The problem: Would you please repeat the data exactly as given?

(Data to process begins)

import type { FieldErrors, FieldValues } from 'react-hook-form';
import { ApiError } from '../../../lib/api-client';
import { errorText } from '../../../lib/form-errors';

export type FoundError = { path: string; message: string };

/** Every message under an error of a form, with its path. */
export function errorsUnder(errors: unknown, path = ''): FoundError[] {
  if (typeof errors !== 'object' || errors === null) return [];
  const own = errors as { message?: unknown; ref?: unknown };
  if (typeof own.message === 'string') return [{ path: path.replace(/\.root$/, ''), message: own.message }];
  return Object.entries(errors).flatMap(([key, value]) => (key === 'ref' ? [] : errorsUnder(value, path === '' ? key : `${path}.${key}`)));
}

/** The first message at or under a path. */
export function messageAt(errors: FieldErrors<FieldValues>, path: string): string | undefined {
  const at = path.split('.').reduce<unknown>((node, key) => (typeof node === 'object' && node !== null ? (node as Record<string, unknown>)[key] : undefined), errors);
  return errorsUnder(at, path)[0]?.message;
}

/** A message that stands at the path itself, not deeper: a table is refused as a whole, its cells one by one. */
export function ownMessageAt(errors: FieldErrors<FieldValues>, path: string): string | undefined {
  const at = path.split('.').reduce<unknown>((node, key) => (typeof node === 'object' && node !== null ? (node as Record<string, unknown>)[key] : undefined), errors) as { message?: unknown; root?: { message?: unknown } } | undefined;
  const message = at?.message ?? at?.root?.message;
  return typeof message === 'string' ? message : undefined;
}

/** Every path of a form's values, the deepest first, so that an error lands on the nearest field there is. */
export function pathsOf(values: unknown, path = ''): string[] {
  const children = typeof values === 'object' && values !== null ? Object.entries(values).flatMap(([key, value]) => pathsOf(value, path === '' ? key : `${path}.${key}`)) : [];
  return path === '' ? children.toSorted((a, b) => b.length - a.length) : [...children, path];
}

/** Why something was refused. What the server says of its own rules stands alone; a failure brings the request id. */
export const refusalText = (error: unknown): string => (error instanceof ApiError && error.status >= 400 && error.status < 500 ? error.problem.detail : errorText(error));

(Data to process ends)

Output of the task:
import type { FieldErrors, FieldValues } from 'react-hook-form';
import { ApiError } from '../../../lib/api-client';
import { errorText } from '../../../lib/form-errors';

export type FoundError = { path: string; message: string };

/** Every message under an error of a form, with its path. */
export function errorsUnder(errors: unknown, path = ''): FoundError[] {
  if (typeof errors !== 'object' || errors === null) return [];
  const own = errors as { message?: unknown; ref?: unknown };
  if (typeof own.message === 'string') return [{ path: path.replace(/\.root$/, ''), message: own.message }];
  return Object.entries(errors).flatMap(([key, value]) => (key === 'ref' ? [] : errorsUnder(value, path === '' ? key : `${path}.${key}`)));
}

/** The first message at or under a path. */
export function messageAt(errors: FieldErrors<FieldValues>, path: string): string | undefined {
  const at = path.split('.').reduce<unknown>((node, key) => (typeof node === 'object' && node !== null ? (node as Record<string, unknown>)[key] : undefined), errors);
  return errorsUnder(at, path)[0]?.message;
}

/** A message that stands at the path itself, not deeper: a table is refused as a whole, its cells one by one. */
export function ownMessageAt(errors: FieldErrors<FieldValues>, path: string): string | undefined {
  const at = path.split('.').reduce<unknown>((node, key) => (typeof node === 'object' && node !== null ? (node as Record<string, unknown>)[key] : undefined), errors) as { message?: unknown; root?: { message?: unknown } } | undefined;
  const message = at?.message ?? at?.root?.message;
  return typeof message === 'string' ? message : undefined;
}

/** Every path of a form's values, the deepest first, so that an error lands on the nearest field there is. */
export function pathsOf(values: unknown, path = ''): string[] {
  const children = typeof values === 'object' && values !== null ? Object.entries(values).flatMap(([key, value]) => pathsOf(value, path === '' ? key : `${path}.${key}`)) : [];
  return path === '' ? children.toSorted((a, b) => b.length - a.length) : [...children, path];
}

/** Why something was refused. What the server says of its own rules stands alone; a failure brings the request id. */
export const refusalText = (error: unknown): string => (error instanceof ApiError && error.status >= 400 && error.status < 500 ? error.problem.detail : errorText(error));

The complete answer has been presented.